Но, сделавшись полностью светским, искусство отнюдь не переродилось. Оно не потеряло своей священной устремленности, а только окончательно в ней утвердилось, ибо что есть «священное», как не удовлетворение снедающей человека страсти одолеть «судьбу», обуздать хаос, осмыслить бессмыслицу, из раба стихий превратиться в их властелина? Творчество художника все это, согласно Мальро, как раз и несет в себе. А значит, оно может и должно быть светской заменой «священного», возмещением «богооставленности» человека XX столетия, утолением изначальной метафизической жажды, которая вовсе не пропадает вместе с насыщавшим ее христианством, а только обостряется у пересохшего источника. Мальро убежден, что в нашем веке, когда под напором знаний выветривается вера в божественное и повсюду распространяется неведомая человечеству за все тысячелетия прошлого безрелигиозная цивилизация[93] с ее культом науки и техники, искусство призвано послужить последним земным прибежищем «священного», живым средоточием духовных ценностей, хранительницей которых прежде, независимо от вероисповедания, бралась выступать церковь. Духовная культура – единственное в глазах Мальро, что откликается на личностно-«бытийную» потребность в подлинном и конечном смысле жизни, которого не сыщешь ни в накоплении материальных благ, ни в безудержном росте знаний и умения, уже успевших обнаружить свои угрожающие задатки. Искусство будущего «должно вернуть богов на землю»[94] и видится Мальро всеохватывающей мирской церковью со своими храмами – домами культуры в каждом поселении, своими прихожанами – зрителями и слушателями, своими жрецами – живописцами, музыкантами, писателями. В бытность министром культуры в правительстве де Голля, Мальро оборудовал такие дома культуры во французских городах с истовостью, какую в старину вкладывали в возведение христианских соборов.
При всей внушительной торжественности словесных одежд, в какие Мальро сумел облачить свое культурфилософское «богостроительство» под опустевшими небесами, оно на свой лад возрождало эстетические утопии и слишком смахивало на спасительную палочку-выручалочку, удобный ход, дабы обеспечить относительно безболезненное и во многом мнимое снятие мировоззренческих трудностей потрясенного и пребывающего в растерянности сознания. И в первую очередь главной из них – обоснования действия в жизни, разъеденной изнутри, по его же приговору, всесветной бессмыслицей и роковым коварством.

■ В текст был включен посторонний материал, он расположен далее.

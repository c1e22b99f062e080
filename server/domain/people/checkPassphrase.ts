import { refuse } from '#shared/errors'
import { isCommonPassphrase } from './commonPassphrases'

export const leastPassphraseLength = 15

/**
 * The rules for a new passphrase: at least 15 characters, any characters, nothing cut off, not among those tried first.
 * Characters are counted as people see them (code points after NFC), so that an accent is not two.
 * @throws {DomainError} `passphrase_too_short`, `passphrase_too_common`
 */
export function checkPassphrase(passphrase: string, own: readonly string[] = []): void {
  const length = [...passphrase.normalize('NFC')].length
  if (length < leastPassphraseLength) refuse('passphrase_too_short', { least: leastPassphraseLength })
  if (isCommonPassphrase(passphrase, own)) refuse('passphrase_too_common')
}
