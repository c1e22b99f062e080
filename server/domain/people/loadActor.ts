import { keptQuery } from '../../db/keptQuery'
import type { Read } from '../../db/writer'
import type { Actor } from './actor'
import { heldSessions } from './heldSessions'
import { sessionLimits } from './sessionLimits'

export interface LiveSession { personId: string, displayName: string, email: string, seenAt: number }

/** Finds who a session belongs to, with roles as they are now; null when the session has ended in any way. */
export async function loadActor(read: Read, tokenSha256: Buffer, now: number): Promise<Actor | null> {
  const session = await findSession(read, tokenSha256, now)
  return session && loadRoles(read, session, tokenSha256, now)
}

const sessionByToken = keptQuery((db, given: { tokenSha256: Buffer }) => db.selectFrom('session').innerJoin('person', 'person.id', 'session.person_id')
  .select(['person.id as personId', 'person.display_name as displayName', 'person.email_norm as email', 'person.state as state', 'person.credential_epoch as epoch',
    'session.credential_epoch as sessionEpoch', 'session.ends_at as endsAt', 'session.ended_at as endedAt', 'session.seen_at as seenAt'])
  .where('session.token_sha256', '=', given.tokenSha256))

/** The session behind a token, unless it was ended, ran out, lay idle too long, or its person was closed or changed the passphrase since. */
export async function findSession(read: Read, tokenSha256: Buffer, now: number): Promise<LiveSession | null> {
  const session = (await sessionByToken(read, { tokenSha256 }))[0] ?? await findHeld(read, tokenSha256)
  if (!session || session.state !== 'active' || session.endedAt !== null || session.endsAt <= now || session.epoch !== session.sessionEpoch) return null
  if (session.seenAt + sessionLimits().idleMs <= now) return null
  return { personId: session.personId, displayName: session.displayName ?? '', email: session.email ?? '', seenAt: session.seenAt }
}

async function findHeld(read: Read, tokenSha256: Buffer) {
  const held = heldSessions.find(tokenSha256)
  if (!held) return undefined
  const person = await read.selectFrom('person').select(['id as personId', 'display_name as displayName', 'email_norm as email', 'state', 'credential_epoch as epoch']).where('id', '=', held.personId).executeTakeFirst()
  return person && { ...person, sessionEpoch: held.credentialEpoch, endsAt: held.endsAt, endedAt: null, seenAt: held.seenAt }
}

interface Of { personId: string }

/** A draft of a course is its staff's alone: for its students it is not there. */
const membershipsOf = keptQuery((db, given: Of) => db.selectFrom('membership').innerJoin('course', 'course.id', 'membership.course_id').select(['membership.id', 'course_id', 'role', 'section_id'])
  .where('person_id', '=', given.personId).where('membership.state', '=', 'active').where(eb => eb.or([eb('role', '<>', 'student'), eb('course.state', '<>', 'draft')])))
const taSectionsOf = keptQuery((db, given: Of) => db.selectFrom('ta_section').innerJoin('membership', 'membership.id', 'ta_section.membership_id')
  .select(['ta_section.membership_id as id', 'ta_section.section_id as sectionId']).where('membership.person_id', '=', given.personId))
const departmentRolesOf = keptQuery((db, given: Of) => db.selectFrom('department_role').select(['id', 'role', 'scope_json', 'until_at']).where('person_id', '=', given.personId).where('state', '=', 'active'))

export async function loadRoles(read: Read, session: LiveSession, tokenSha256: Buffer, now: number): Promise<Actor> {
  const [memberships, taSections, departmentRoles] = await Promise.all([membershipsOf(read, session), taSectionsOf(read, session), departmentRolesOf(read, session)])
  return {
    personId: session.personId,
    displayName: session.displayName,
    email: session.email,
    sessionId: tokenSha256.toString('hex'),
    memberships: memberships.map(row => ({
      id: row.id, courseId: row.course_id, role: row.role,
      sectionIds: row.role === 'student' ? (row.section_id === null ? [] : [row.section_id]) : taSections.filter(ta => ta.id === row.id).map(ta => ta.sectionId),
    })),
    departmentRoles: departmentRoles.filter(row => row.until_at === null || row.until_at > now)
      .map(row => ({ id: row.id, role: row.role, scopeJson: row.scope_json, untilAt: row.until_at })),
  }
}
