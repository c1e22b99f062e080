/** An e-mail address as `person.email_norm` holds it: one spelling for what people type in several. */
export const normalEmail = (typed: string): string => typed.trim().normalize('NFKC').toLowerCase()
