/**
 * What is tried first when somebody guesses: the department's own choice, from common knowledge and not from a published list.
 * A passphrase that is nothing but such pieces, one after another, is refused; among other words they do no harm.
 */
const firstTried = `
password passwort passphrase passcode pass word pwd secret letmein letme in open sesame welcome hello hallo admin administrator root user guest login logon signin
default changeme change me test testing tester temp temporary demo example sample qwerty qwertz azerty qwert asdf asdfgh asdfghjkl zxcv zxcvbn zxcvbnm yxcvbnm
poiuyt lkjhgf mnbvcx qazwsx edcrfv qaz wsx iloveyou love you loveme lovely baby angel princess sunshine shadow master monkey dragon football baseball basketball
soccer hockey tennis batman superman spiderman starwars pokemon naruto michael jordan jennifer jessica ashley daniel thomas charlie andrew robert matthew joshua
george william james john david maria anna summer winter spring autumn fall january february march april may june july august september october november december
monday tuesday wednesday thursday friday saturday sunday computer internet google facebook access trustno1 whatever freedom flower cookie cheese pepper ginger
computer1 money lucky blessed jesus god heaven mother father family friends forever purple orange yellow silver golden killer hunter ranger buster tigger
correcthorsebatterystaple correct horse battery staple thequickbrownfoxjumpsoverthelazydog the quick brown fox jumps over lazy dog tobeornottobe to be or not
donttellanyone iamthebest mypassword my passphrase is this thisismypassword ilovemyfamily nothing something everything imagine
`
/** Words that anyone in this trade would think of. */
const ofTheDepartment = `
tetherhouse tethersonde tether sonde sondes weather meteorology meteo atmosphere atmospheric atmos science sciences climate cloud clouds wind winds storm thunder lightning rain snow
temperature pressure humidity sounding soundings balloon station rooftop roof winch lapse rate lapserate inversion parcel adiabatic potential lab labs laboratory
university college campus school department dept faculty course courses class student students teacher instructor professor lecturer ta teaching assistant technician term semester
`

const pieces = [...new Set([...firstTried.split(/\s+/), ...ofTheDepartment.split(/\s+/)])].filter(piece => piece !== '').sort((a, b) => b.length - a.length)
const rows = ['abcdefghijklmnopqrstuvwxyz', '01234567890', 'qwertyuiop', 'qwertzuiop', 'asdfghjkl', 'zxcvbnm', 'yxcvbnm', 'azertyuiop', 'qsdfghjklm', 'wxcvbn', '1qaz2wsx3edc4rfv5tgb6yhn7ujm']
const runs = rows.flatMap(row => [row, [...row].reverse().join('')])

/** Letters that a guesser puts a figure or a sign for. */
const unmasked: Record<string, string> = { '0': 'o', '1': 'i', '3': 'e', '4': 'a', '5': 's', '7': 't', '@': 'a', '$': 's', '!': 'i' }

/** True when nothing but common pieces, runs, repetitions and the person's own name or address make up the passphrase. */
export function isCommonPassphrase(passphrase: string, own: readonly string[] = []): boolean {
  const lower = passphrase.normalize('NFKC').toLowerCase()
  if (new Set(lower).size < 5) return true
  const ownPieces = own.flatMap(text => text.toLowerCase().split(/[^\p{L}\p{N}]+/u)).filter(piece => piece.length >= 3)
  const known = [...ownPieces, ...pieces].sort((a, b) => b.length - a.length)
  const plain = lower.replace(/[^\p{L}\p{N}]/gu, '')
  const letters = [...lower].map(sign => unmasked[sign] ?? sign).join('').replace(/[^\p{L}\p{N}]/gu, '')
  return isRepetition(plain) || leftOver(plain, known) < 5 || leftOver(letters, known) < 5
}

/** How many characters stay when every common piece and run is taken out, from the left. */
function leftOver(text: string, known: readonly string[]): number {
  let left = 0
  for (let at = 0; at < text.length;) {
    const rest = text.slice(at)
    const piece = known.find(one => rest.startsWith(one))
    const taken = Math.max(piece?.length ?? 0, runLength(rest), repeatedLength(rest))
    if (taken === 0) left++
    at += Math.max(taken, 1)
  }
  return left
}

function runLength(text: string): number {
  for (let length = Math.min(text.length, 20); length >= 3; length--) if (runs.some(run => run.includes(text.slice(0, length)))) return length
  return 0
}

function repeatedLength(text: string): number {
  let length = 1
  while (length < text.length && text[length] === text[0]) length++
  return length >= 3 ? length : 0
}

/** The same up to eight characters over and over. */
function isRepetition(text: string): boolean {
  for (let size = 1; size <= 8 && size * 2 <= text.length; size++) if (text === text.slice(0, size).repeat(Math.ceil(text.length / size)).slice(0, text.length)) return true
  return false
}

С одной стороны, художественное творчество – вполне действие, созидание. С другой, будучи расшифровано в ключе Мальро как препирательство личности с вечным и несокрушимым «уделом», оно парит над историей, взирает на нее свысока, а потому, в сущности, бездейственно. Это как бы деятельное не-действие, созерцание, прикинувшееся делом, на поверку же – отдушина для чрезмерной душевной угнетенности. Словом, настоящая находка для совести, уязвленной неблагополучием окружающего уклада жизни и вместе с тем зарекшейся всерьез его изменять. «Жизнь-против-судьбы» в таком случае незаметно преломляется в сожительство с «судьбой», когда недруги примиряются скрепя сердце, но все-таки примиряются.
Камю, не разойдись он в послевоенные годы с резко поправевшим Мальро, мог бы, пожалуй, подо многим подписаться в этом обмирщенно-богоискательском истолковании искусства как «анти-судьбы». Разница между двумя писателями по преимуществу в следствиях, а не в сущностной логике. Мальро делает из своих посылок заключения в пользу авангардистского мифотворчества. Камю, отправляясь от тех же посылок, ратует за мифотворчество иной окраски, в котором более или менее явно проступают его пристрастия к старым французским мастерам слова классической поры. В суждениях Камю неизменно присутствуют отдаленные, но различимые отзвуки представлений о прекрасном, которые сложились на Западе в XVII–XVIII веках и вдохновлялись надеждами достичь универсального идеала красоты, неподатливого перед натиском времени, независимого от перемен в истории, всегда равного самому себе и повсюду встречающего одинаковое восхищение. Камю вольно или невольно повторяет иные положения долессинговской эстетики, когда утверждает, что искусство, «дабы утолить свою жажду единства, упорно взыскует нетленной части сущего, имя которой – красота. Можно отбросить всю историю и заключить, однако, согласие со звездами и морем… Защищая справедливость, следует ли перестать приветствовать саму человеческую природу и красоту мира. Наш ответ гласит: нет» (II, 679). Из «сумрака становления», из неупорядоченного протекания бытия ослепительный свет творчества выхватывает то, что там есть постоянного, и являет всем эту «живую трансцендентность» (II, 671). Историческое и вечное, становящееся и застывшее для Камю разлучены, и лишь второе подлинно и прекрасно. Незыблемая человеческая природа в метафизике, незыблемые заповеди моралистического гуманизма в этике, незыблемая «вечная красота» в эстетике – Камю вполне и до конца последователен в своей мысли, на всех уровнях подталкиваемой все той же подозрительностью «несчастного сознания» XX столетия к повергшей его в смущение и ужас сегодняшней истории, в которой оно не улавливает ничего, кроме коварных и опасных причуд.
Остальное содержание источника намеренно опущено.